Monday, February 18, 2019

Which Factors Matter to Investors? Evidence from Mutual Fund Flows. Barber et al (2016)

The authors are trying to find out what is important to investors when they are deciding which mutual funds to invest in.  Ideally, investors should choose the mutual funds with the highest alphas; the problem is that there are many models that calculate alpha using different factors.  For example, the CAPM has market return only; the 3-factor model adds size and value; the 4-factor model adds the momentum factor; and the 7 factor model adds industry factors; and the 9 factor model adds a few more). 

So the authors regress the returns using each of the models onto the mutual fund flows over their period of study; and they chart the alphas for each of the models in the regression.  If investors were adequately assessing the returns of mutual funds, the findings would show that the coefficients on each of the factors is insignificant and the alphas are significant.  What they found is that the CAPM is the best model at explaining the flows into mutual funds; so that would mean that investors likely control for the market return when choosing mutual funds, but they don't adequately control for the other factors when assessing manager skill.

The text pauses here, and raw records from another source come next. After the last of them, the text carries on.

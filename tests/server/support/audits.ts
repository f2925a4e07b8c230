import type { AccountsWorld } from './accounts';
import { signedIn } from './accounts';

export type Agent = Awaited<ReturnType<typeof signedIn>>;

export async function networkIdByName(agent: Agent, name: string): Promise<number> {
  const res = await agent.get(`/api/v1/networks?q=${encodeURIComponent(name)}`);
  const found = res.body.networks.find((n: { name: string }) => n.name === name);
  if (!found) throw new Error(`no network named ${name}`);
  return found.id;
}

/** Polls an audit until it leaves queued/sweeping (the sweep runs on the test's own thread). */
export async function waitForSweep(agent: Agent, auditId: number, timeoutMs = 60_000) {
  const until = Date.now() + timeoutMs;
  for (;;) {
    const res = await agent.get(`/api/v1/audits/${auditId}`);
    if (!['queued', 'sweeping'].includes(res.body.state)) return res.body;
    if (Date.now() > until) throw new Error(`audit ${auditId} still ${res.body.state}`);
    await new Promise((r) => setTimeout(r, 50));
  }
}

export async function startAndFinish(w: AccountsWorld, agent: Agent, networkName: string, settings?: object) {
  const networkId = await networkIdByName(agent, networkName);
  const res = await agent.post('/api/v1/audits').send({ networkId, version: 1, ...(settings ? { settings } : {}) });
  if (res.status !== 201) throw new Error(`start answered ${res.status}: ${JSON.stringify(res.body)}`);
  return waitForSweep(agent, res.body.id);
}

Next, the authors isolate the 7-factor model to assess how each of its factors explain the mutual fund flows.  What they found is that each of the coefficients is statistically significant and positive; so that would mean that investors do not appropriately control for the factor returns when comparing different portfolios and their managers' skill.  The authors also found that the market return factor had the smallest coefficient, which would be in line with the CAPM's alpha being the determinant of choice by investors.

Next the authors considered that maybe more sophisticated investors might control for the factors more adequately than unsophisticated investors.  So they split investors into sophisticated and unsophisticated categories based on the distribution channel of the mutual fund purchase, sentiment of the mutual fund, and wealth level of the investors; then they reran the 7-factor regression to see which factors contributed to the fund flows for each investor category.  As they expected, they found that more sophisticated investors better control for the factors than do unsophisticated investors when making mutual fund purchase decisions.

Barber, B. M., Xing Huang, & Odean, T. (2016). Which Factors Matter to Investors? Evidence from Mutual Fund Flows. Review of Financial Studies, 29(10), 2600–2642.